The celebration at the Center was full of ironies. Two of Filner’s election opponents, DeMaio and Dumanis, are openly Queer, but DeMaio was endorsed by Right-wing Republicans with strongly held anti-Queer positions, including hotel owner and publisher Doug Manchester, attorney and activist Charles LiMandri, and talk-show host and former Mayor Roger Hedgecock. DeMaio got the endorsement of the San Diego Republican Central Committee, largely by attacking opponent Nathan Fletcher for his vote for a bill to require public schools to teach the history and achievements of prominent Queers. He was raked over the coals about this at a forum for the primary candidates at the Center, and anti-DeMaio activists posted a clip of the event on YouTube.

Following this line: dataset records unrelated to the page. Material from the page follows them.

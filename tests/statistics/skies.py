"""A sky made to order: satellites on circular orbits, as epoch batches with signals.

Independent of the simulator and of the code under test. Orbits: Walker constellations with the radii and inclinations
of the interface documents (GPS 26 560 km at 55 deg, GLONASS 25 508 km at 64.8 deg, Galileo 29 600 km at 56 deg, BeiDou
27 906 km at 55 deg), Earth turning at 7.2921151467e-5 rad/s, all angles rounded to whole degrees as NMEA carries them.
"""

from __future__ import annotations

import dataclasses
from collections.abc import Callable, Iterator
from typing import Any

import numpy as np

from gnssmon.epochs.batch import EpochBatch, SignalRows, UsedRows
from tests.statistics.batches import make_batch

MU, EARTH_RATE, EARTH_M = 3.986004418e14, 7.2921151467e-5, 6_371_000.0
# System index in "GRECJIS?", orbit radius m, inclination deg, satellites, planes, rows of SIGNALS.
SYSTEMS = (
    (0, 26_559_700.0, 55.0, 30, 6, (0, 4, 6)),
    (1, 25_508_000.0, 64.8, 24, 3, (8, 10)),
    (2, 29_599_800.0, 56.0, 24, 3, (18, 12, 13)),
    (3, 27_906_000.0, 55.0, 24, 3, (19, 21, 23)),
)
Hidden = Callable[[Any, Any], Any]


@dataclasses.dataclass(frozen=True)
class Sky:
    """Directions of every satellite at every epoch, shape (n, satellites), degrees."""

    code: Any
    azimuth_deg: Any
    elevation_deg: Any
    signals: tuple[tuple[int, ...], ...]


def directions(time_s: Any, *, latitude_deg: float = 48.0, systems: int = 4) -> Sky:
    """Where the satellites stand, seen from longitude 11 deg east."""
    lat, lon = np.radians(latitude_deg), np.radians(11.0)
    up = np.array([np.cos(lat) * np.cos(lon), np.cos(lat) * np.sin(lon), np.sin(lat)])
    east = np.array([-np.sin(lon), np.cos(lon), 0.0])
    north = np.cross(up, east)
    code, azimuth, elevation, signals = [], [], [], []
    for index, radius, inclination, count, planes, rows in SYSTEMS[:systems]:
        i = np.radians(inclination)
        rate = np.sqrt(MU / radius**3)
        for number in range(count):
            plane, place = divmod(number, count // planes)
            node = 2 * np.pi * plane / planes + 0.3 * index - EARTH_RATE * time_s
            u = 2 * np.pi * (place / (count // planes) + plane / count) + 0.7 * index + rate * time_s
            x = np.cos(u) * np.cos(node) - np.sin(u) * np.cos(i) * np.sin(node)
            y = np.cos(u) * np.sin(node) + np.sin(u) * np.cos(i) * np.cos(node)
            z = np.sin(u) * np.sin(i)
            ray = radius * np.stack([x, y, z], axis=-1) - EARTH_M * up
            ray /= np.linalg.norm(ray, axis=-1, keepdims=True)
            code.append(index * 1024 + number + 1)
            azimuth.append(np.degrees(np.arctan2(ray @ east, ray @ north)) % 360.0)
            elevation.append(np.degrees(np.arcsin(ray @ up)))
            signals.append(rows)
    return Sky(np.array(code), np.stack(azimuth, axis=1), np.stack(elevation, axis=1), tuple(signals))


def nothing_hidden(azimuth_deg: Any, elevation_deg: Any) -> Any:
    return np.zeros(np.shape(azimuth_deg), dtype=bool)


def level(elevation_deg: Any) -> Any:
    """Noiseless C/N0 against elevation, dB-Hz."""
    return 30.0 + 20.0 * np.sin(np.radians(np.clip(elevation_deg, 0.0, 90.0)))


def sky_batch(
    axis_ms: Any,
    *,
    latitude_deg: float = 48.0,
    systems: int = 4,
    signals: int = 3,
    hidden: Hidden = nothing_hidden,
    list_hidden: bool = True,
    noise_db: float = 1.0,
    seed: int = 1,
    lowest_deg: float = 2.0,
    offsets_db: dict[int, float] | None = None,
    **columns: Any,
) -> EpochBatch:
    """Epochs at these times with the satellites in view; where ``hidden`` says so a satellite has no level (or, with
    ``list_hidden`` off, is not listed). ``offsets_db``: per satellite code, added to its level."""
    axis_ms = np.asarray(axis_ms, dtype=np.int64)
    rng = np.random.default_rng(seed)
    sky = directions(axis_ms / 1000.0, latitude_deg=latitude_deg, systems=systems)
    azimuth, elevation = np.rint(sky.azimuth_deg) % 360.0, np.rint(sky.elevation_deg)
    in_view = elevation >= lowest_deg
    blocked = hidden(azimuth, elevation)
    own = np.zeros(len(sky.code))
    for code, offset in (offsets_db or {}).items():
        own[sky.code == code] = offset
    parts = []
    most = max(len(rows) for rows in sky.signals)
    for s in range(min(signals, most)):
        has = np.array([len(rows) > s for rows in sky.signals])
        row = np.array([rows[s] if len(rows) > s else -1 for rows in sky.signals])
        shown = in_view & has if list_hidden else in_view & has & ~blocked
        epoch, column = np.nonzero(shown)
        cn0 = np.rint(level(elevation[epoch, column]) - 2.0 * s + own[column] + rng.normal(0, noise_db, len(epoch)))
        cn0[blocked[epoch, column]] = np.nan
        parts.append((epoch, sky.code[column], row[column], elevation[epoch, column], azimuth[epoch, column], cn0))
    joined = [np.concatenate(column) for column in zip(*parts, strict=True)]
    order = np.argsort(joined[0], kind="stable")
    kinds = ("i4", "i4", "i2", "f4", "f4", "f4")
    rows = SignalRows(*(column[order].astype(kind) for column, kind in zip(joined, kinds, strict=True)))
    used_epoch, used_column = np.nonzero(in_view & ~blocked & (elevation >= 5))
    used = UsedRows(used_epoch.astype(np.int32), sky.code[used_column].astype(np.int32))
    count = np.bincount(used_epoch, minlength=len(axis_ms))
    given = {
        "satellites_used": np.minimum(count, 99),
        "latitude_deg": np.full(len(axis_ms), latitude_deg),
        "longitude_deg": np.full(len(axis_ms), 11.0),
        "hdop": np.full(len(axis_ms), 0.7),
        "pdop": np.full(len(axis_ms), 1.3),
    } | columns
    return dataclasses.replace(make_batch(axis_ms, **given), signals=rows, used=used)


def blocks(
    hours: float, *, step_ms: int = 1000, epochs: int = 2000, begin_ms: int = 0, **kind: Any
) -> Iterator[EpochBatch]:
    """A long stream, block by block."""
    axis_ms = begin_ms + np.arange(0, int(hours * 3_600_000), step_ms)
    for first in range(0, len(axis_ms), epochs):
        yield sky_batch(axis_ms[first : first + epochs], seed=first, **kind)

Manchester’s U-T San Diego — formerly the Union-Tribune until Manchester ordered its name changed, possibly because Manchester, a ferocious opponent of organized labor, didn’t want anything he owned to have the name “union” in it — strongly endorsed DeMaio. So did Gay San Diego, owned by DeMaio’s partner Johnathan Hale, which refused an ad from the San Diego Democrats for Equality because it listed Filner as one of its endorsed candidates. Ironically, when DeMaio filled out the questionnaire from U-T San Diego, he listed his marital status as “single.” Later, after community activists launched a campaign to boo DeMaio as he and Hale appeared in the LGBT Pride Parade, Hale published an “open letter” to the community saying that the people in the Queer community targeting DeMaio “are putting their allegiance to labor union politics above what is right for the LGBT community and our efforts to achieve full equality.”
With a lot of people in the room being Queer activists who campaigned for him against an openly Queer opponent, Filner told the crowd at the Center, “You’ve helped us in the election and you’re going to see some new faces at City Hall. There might even be a Gay face or two to make sure this city is open to everybody” — an odd statement to make in a city which has had at least one openly Queer person on the City Council since 1993 and where two Queer long-time city commissioners, Murray Ramirez and Al Best (whom Gloria acknowledged as the very first openly Queer person to run for the City Council), were in the audience.
“It’s going to be harder to govern than it was to win an election,” Filner said, repeating a warning he’d given at the San Diego Democrats for Equality’s Freedom Awards November 17. “We’re going to blaze a new path. When people may need to be educated, we’ve got to go door-to-door, we’re going to have to campaign. All the things we had to do to get elected, we need to do now to build community support and make sure we’re doing what people want. We need your help and participation.”